> _Information shown_
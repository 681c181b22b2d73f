package store_test

import (
	"bytes"
	"context"
	"errors"
	"fmt"
	"os"
	"os/exec"
	"path/filepath"
	"strings"
	"sync"
	"sync/atomic"
	"testing"
	"time"

	"trialogue/arms"
	"trialogue/arms/assign"
	"trialogue/store"
	"trialogue/store/pgtest"
)

// The store's tests are its contract, and they run on both engines: as
// they are, on SQLite files, and again in TestOnPostgres, which runs this
// test binary once more with TRIALOGUE_STORE_ENGINE=postgres, so that
// mustOpen gives each test a fresh PostgreSQL schema instead.
var onPostgres = os.Getenv("TRIALOGUE_STORE_ENGINE") == "postgres"

// pgPaths maps the file paths the tests choose to PostgreSQL schemas, so
// that a test reopening "its file" reopens its schema.
var pgPaths sync.Map

// pgDSN maps a store's Path (its URL, password masked) back to the URL.
var pgDSN sync.Map

// mustOpen opens a store on a file in the test's temporary folder (or, on
// PostgreSQL, a fresh schema standing for that file).
func mustOpen(tb testing.TB, path string) *store.Store {
	tb.Helper()
	if path == "" {
		path = filepath.Join(tb.TempDir(), "t.db")
	}
	dsn := path
	opt := store.Options{Synchronous: os.Getenv("TRIALOGUE_BENCH_SYNCHRONOUS")}
	if onPostgres {
		v, ok := pgPaths.Load(path)
		if !ok {
			v, _ = pgPaths.LoadOrStore(path, pgtest.Schema(tb))
		}
		dsn, opt = v.(string), store.Options{}
	}
	st, err := store.Open(context.Background(), dsn, opt)
	if onPostgres {
		pgDSN.Store(st.Path(), dsn)
	}
	if err != nil {
		tb.Fatalf("open store: %v", err)
	}
	tb.Cleanup(func() { st.Close() })
	return st
}

// sqliteOnly skips a test of the PostgreSQL run that reaches into the
// SQLite file itself (tampering with it, backing it up): the contract it
// checks is the file's.
func sqliteOnly(tb testing.TB) {
	tb.Helper()
	if onPostgres {
		tb.Skip("reaches into the SQLite file")
	}
}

> _About this exercise_
Which lines in the records above contain the word "Options"? Copy each one.

> _Answer to this problem_
	opt := store.Options{Synchronous: os.Getenv("TRIALOGUE_BENCH_SYNCHRONOUS")}
		dsn, opt = v.(string), store.Options{}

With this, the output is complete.